Task details —
The answer must consist of every line from the entries below that contains the word "writeFileSync".

Stored items
+ + +

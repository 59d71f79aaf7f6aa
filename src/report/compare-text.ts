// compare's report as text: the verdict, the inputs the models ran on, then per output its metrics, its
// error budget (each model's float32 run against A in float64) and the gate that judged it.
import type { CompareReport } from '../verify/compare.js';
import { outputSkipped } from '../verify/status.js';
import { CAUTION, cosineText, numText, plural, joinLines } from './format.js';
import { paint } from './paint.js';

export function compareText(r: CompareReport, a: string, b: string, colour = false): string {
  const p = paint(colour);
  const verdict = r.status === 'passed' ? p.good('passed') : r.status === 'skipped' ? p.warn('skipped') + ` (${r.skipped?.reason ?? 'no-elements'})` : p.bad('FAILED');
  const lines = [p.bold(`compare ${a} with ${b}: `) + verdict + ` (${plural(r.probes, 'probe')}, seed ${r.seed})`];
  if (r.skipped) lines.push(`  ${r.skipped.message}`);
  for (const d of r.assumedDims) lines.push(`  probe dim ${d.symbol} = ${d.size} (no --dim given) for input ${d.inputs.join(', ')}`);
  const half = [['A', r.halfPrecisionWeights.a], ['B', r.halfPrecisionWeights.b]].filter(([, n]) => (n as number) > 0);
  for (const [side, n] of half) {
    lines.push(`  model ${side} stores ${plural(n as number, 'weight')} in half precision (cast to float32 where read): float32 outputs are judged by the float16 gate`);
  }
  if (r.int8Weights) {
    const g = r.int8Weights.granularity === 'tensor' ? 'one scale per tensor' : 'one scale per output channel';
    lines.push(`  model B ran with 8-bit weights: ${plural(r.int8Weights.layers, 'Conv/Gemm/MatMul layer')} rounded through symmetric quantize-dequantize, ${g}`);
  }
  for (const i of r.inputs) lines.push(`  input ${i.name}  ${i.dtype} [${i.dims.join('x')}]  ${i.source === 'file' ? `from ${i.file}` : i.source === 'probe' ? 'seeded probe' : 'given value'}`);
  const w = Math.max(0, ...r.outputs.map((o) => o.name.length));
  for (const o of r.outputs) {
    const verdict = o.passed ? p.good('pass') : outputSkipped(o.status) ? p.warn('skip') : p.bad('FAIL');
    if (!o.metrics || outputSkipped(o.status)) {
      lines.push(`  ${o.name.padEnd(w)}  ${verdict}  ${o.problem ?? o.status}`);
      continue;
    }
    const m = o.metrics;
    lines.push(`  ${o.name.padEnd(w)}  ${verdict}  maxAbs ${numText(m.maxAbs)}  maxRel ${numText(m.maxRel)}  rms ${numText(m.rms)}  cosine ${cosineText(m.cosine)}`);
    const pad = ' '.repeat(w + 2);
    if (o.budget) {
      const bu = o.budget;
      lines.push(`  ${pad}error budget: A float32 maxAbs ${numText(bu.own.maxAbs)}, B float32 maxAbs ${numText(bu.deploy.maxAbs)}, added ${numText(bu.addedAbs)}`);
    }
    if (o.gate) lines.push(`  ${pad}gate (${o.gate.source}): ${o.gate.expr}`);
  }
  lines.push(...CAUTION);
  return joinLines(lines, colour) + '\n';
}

+ + +

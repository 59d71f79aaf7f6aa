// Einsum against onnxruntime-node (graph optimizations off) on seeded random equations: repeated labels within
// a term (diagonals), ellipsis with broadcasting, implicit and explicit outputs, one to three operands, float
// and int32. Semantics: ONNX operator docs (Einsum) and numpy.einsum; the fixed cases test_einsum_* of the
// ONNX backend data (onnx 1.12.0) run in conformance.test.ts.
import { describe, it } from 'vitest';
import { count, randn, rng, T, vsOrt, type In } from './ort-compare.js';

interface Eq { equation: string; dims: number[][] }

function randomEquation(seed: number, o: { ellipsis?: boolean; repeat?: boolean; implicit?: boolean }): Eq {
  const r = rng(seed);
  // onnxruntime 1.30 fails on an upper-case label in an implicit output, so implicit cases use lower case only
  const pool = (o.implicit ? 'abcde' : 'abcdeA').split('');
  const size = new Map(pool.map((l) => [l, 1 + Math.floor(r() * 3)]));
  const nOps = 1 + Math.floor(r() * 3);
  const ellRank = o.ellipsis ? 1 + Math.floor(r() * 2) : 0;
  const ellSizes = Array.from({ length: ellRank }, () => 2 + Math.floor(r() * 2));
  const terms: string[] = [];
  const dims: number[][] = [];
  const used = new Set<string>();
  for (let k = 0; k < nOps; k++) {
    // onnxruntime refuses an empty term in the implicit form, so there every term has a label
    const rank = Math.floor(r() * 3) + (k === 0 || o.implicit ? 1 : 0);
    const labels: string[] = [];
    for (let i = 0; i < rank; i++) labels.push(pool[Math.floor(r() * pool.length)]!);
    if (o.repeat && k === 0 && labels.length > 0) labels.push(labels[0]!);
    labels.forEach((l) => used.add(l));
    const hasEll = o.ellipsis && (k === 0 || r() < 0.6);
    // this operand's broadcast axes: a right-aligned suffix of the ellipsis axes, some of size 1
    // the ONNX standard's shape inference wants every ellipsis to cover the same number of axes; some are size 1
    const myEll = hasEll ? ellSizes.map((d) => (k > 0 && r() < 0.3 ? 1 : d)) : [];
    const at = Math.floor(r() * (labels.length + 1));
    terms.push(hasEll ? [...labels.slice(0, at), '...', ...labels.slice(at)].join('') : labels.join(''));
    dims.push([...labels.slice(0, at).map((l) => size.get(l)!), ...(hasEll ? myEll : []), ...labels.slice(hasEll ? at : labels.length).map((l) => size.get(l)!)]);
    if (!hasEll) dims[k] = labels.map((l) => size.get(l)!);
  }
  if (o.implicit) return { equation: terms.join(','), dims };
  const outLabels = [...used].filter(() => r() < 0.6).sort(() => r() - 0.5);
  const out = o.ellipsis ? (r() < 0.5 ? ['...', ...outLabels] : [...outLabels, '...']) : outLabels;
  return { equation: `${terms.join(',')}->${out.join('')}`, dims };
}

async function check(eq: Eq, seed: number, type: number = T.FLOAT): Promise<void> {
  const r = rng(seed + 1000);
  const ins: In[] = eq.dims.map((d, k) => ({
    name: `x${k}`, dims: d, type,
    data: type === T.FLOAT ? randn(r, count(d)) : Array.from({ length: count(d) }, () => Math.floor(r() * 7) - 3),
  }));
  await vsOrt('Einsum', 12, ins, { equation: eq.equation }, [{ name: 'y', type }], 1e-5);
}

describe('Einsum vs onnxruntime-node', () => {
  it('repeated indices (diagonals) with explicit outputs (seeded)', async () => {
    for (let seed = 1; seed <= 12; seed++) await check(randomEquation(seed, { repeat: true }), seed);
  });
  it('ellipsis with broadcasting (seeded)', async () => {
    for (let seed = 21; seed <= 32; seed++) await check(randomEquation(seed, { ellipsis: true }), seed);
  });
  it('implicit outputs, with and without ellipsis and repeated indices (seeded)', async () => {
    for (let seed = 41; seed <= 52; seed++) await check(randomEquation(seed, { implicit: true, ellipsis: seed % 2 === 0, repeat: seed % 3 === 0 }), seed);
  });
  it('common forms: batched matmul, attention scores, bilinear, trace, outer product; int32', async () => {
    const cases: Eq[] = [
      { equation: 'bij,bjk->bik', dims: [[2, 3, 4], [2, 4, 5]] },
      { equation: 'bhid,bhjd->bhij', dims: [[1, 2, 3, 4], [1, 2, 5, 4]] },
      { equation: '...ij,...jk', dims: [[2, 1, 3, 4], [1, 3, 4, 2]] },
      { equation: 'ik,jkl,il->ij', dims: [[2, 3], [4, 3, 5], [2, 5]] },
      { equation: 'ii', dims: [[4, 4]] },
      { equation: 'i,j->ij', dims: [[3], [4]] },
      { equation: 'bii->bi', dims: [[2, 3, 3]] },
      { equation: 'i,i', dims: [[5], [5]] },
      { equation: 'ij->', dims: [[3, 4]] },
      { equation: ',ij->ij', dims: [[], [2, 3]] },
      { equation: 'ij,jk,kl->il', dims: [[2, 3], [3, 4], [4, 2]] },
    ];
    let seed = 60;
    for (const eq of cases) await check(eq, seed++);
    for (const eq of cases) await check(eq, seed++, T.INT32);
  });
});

+ + +

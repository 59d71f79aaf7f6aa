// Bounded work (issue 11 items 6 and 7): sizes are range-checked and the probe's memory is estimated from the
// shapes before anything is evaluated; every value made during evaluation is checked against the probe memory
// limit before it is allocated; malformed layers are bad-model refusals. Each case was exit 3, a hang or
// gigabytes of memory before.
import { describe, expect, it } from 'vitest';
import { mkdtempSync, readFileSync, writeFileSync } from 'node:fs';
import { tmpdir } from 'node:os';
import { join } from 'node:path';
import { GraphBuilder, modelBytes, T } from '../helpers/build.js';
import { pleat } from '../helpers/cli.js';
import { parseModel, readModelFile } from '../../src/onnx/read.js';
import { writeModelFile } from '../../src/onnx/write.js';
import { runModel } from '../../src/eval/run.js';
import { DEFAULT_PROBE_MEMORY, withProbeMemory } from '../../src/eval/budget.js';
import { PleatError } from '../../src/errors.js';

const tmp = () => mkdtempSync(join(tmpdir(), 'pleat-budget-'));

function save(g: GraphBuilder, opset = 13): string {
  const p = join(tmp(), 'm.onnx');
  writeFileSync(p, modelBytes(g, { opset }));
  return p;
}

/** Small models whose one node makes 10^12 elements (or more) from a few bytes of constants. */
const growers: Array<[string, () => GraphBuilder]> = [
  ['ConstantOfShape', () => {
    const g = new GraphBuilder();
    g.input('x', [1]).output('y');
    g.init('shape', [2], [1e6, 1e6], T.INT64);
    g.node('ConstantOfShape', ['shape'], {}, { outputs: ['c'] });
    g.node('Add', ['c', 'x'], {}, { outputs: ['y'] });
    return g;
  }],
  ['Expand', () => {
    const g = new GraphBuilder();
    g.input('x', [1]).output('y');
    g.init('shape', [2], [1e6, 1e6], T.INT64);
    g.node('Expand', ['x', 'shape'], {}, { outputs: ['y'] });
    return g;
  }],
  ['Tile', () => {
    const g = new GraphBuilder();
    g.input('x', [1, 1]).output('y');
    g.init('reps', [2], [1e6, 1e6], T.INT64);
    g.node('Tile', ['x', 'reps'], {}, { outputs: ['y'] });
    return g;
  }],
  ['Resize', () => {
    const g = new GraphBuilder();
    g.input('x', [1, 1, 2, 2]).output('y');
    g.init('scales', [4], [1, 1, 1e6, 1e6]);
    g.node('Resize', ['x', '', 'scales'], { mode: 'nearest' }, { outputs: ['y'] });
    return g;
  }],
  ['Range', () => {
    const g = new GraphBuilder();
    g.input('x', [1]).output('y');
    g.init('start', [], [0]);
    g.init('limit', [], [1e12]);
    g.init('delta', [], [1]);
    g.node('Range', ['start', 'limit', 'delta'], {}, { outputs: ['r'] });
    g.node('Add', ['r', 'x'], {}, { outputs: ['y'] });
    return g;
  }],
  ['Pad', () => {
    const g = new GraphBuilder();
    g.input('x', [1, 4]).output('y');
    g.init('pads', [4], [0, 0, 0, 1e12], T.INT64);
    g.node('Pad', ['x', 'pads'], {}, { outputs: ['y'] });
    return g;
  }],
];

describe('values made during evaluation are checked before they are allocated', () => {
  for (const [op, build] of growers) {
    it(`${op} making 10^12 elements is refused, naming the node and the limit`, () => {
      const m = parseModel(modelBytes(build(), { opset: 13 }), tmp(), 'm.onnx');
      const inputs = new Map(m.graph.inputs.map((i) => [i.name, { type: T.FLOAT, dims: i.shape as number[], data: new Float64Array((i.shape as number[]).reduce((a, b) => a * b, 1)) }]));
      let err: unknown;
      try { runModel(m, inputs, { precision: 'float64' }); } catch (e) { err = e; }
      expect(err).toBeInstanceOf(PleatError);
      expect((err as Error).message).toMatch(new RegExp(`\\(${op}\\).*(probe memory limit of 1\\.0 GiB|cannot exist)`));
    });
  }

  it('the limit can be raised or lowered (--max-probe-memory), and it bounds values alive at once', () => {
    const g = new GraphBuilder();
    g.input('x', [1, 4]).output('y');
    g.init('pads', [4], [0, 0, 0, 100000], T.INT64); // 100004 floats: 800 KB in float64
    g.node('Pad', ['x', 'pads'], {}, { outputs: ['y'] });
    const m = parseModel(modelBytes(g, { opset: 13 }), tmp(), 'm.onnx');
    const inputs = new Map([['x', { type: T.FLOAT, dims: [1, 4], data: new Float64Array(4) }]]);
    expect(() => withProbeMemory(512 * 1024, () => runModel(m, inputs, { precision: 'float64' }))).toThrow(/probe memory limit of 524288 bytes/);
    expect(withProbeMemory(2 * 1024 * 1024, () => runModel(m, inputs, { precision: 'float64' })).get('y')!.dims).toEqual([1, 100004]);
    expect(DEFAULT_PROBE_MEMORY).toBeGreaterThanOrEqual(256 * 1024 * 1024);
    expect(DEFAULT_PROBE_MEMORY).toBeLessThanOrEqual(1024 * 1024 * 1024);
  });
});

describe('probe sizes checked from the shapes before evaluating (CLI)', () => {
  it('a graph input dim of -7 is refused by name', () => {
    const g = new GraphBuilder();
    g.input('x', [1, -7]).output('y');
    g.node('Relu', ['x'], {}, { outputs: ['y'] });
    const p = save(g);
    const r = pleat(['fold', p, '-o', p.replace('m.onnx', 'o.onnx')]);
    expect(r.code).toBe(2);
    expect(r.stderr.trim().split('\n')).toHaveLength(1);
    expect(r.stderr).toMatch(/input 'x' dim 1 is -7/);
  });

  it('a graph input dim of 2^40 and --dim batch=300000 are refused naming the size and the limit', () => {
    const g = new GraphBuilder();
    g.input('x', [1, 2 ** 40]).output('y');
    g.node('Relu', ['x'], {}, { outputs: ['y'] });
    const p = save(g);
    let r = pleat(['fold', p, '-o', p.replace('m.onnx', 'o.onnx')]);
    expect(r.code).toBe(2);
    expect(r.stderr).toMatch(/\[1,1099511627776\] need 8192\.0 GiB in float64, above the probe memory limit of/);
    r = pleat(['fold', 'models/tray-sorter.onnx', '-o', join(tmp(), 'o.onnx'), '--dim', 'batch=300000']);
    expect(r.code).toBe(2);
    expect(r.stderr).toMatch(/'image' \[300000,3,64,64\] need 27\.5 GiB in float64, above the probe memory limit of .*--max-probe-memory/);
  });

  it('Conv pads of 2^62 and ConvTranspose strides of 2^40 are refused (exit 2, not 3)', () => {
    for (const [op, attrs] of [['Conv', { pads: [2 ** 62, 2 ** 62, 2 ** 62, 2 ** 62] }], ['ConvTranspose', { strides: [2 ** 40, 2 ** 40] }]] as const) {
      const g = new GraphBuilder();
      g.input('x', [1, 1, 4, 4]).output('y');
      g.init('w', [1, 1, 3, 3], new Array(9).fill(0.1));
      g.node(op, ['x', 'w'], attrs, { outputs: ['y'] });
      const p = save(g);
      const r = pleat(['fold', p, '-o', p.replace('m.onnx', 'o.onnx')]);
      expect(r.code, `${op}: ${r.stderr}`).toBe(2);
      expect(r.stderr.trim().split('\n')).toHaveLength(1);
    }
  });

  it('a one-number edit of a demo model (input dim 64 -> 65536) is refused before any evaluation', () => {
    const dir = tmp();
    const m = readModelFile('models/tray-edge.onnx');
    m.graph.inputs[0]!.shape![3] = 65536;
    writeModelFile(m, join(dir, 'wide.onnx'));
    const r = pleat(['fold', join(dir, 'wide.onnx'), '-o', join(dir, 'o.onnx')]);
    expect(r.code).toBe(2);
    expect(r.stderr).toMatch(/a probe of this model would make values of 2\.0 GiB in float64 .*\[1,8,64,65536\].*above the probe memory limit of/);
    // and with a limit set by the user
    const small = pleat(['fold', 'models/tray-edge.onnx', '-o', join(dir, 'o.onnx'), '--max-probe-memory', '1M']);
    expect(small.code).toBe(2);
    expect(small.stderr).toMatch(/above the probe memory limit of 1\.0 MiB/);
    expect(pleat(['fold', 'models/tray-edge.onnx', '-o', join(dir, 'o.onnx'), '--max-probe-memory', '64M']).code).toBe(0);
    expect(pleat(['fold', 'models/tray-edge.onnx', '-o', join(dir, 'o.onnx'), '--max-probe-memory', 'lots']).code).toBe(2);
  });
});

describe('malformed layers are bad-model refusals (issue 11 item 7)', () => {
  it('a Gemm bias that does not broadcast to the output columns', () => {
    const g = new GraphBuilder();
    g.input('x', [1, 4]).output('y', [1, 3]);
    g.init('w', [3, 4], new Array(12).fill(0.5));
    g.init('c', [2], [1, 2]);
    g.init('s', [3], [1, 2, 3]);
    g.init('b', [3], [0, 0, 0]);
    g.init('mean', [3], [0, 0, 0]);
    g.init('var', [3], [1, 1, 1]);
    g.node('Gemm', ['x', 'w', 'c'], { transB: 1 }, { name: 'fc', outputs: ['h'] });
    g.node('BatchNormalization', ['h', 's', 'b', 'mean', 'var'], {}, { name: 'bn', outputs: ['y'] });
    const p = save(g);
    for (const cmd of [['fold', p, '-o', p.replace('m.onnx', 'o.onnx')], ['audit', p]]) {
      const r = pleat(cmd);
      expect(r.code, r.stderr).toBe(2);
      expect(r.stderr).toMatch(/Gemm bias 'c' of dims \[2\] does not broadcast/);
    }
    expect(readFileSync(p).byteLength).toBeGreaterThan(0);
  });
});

+ + +

Result of the exercise —
import { mkdtempSync, readFileSync, writeFileSync } from 'node:fs';
  writeFileSync(p, modelBytes(g, { opset }));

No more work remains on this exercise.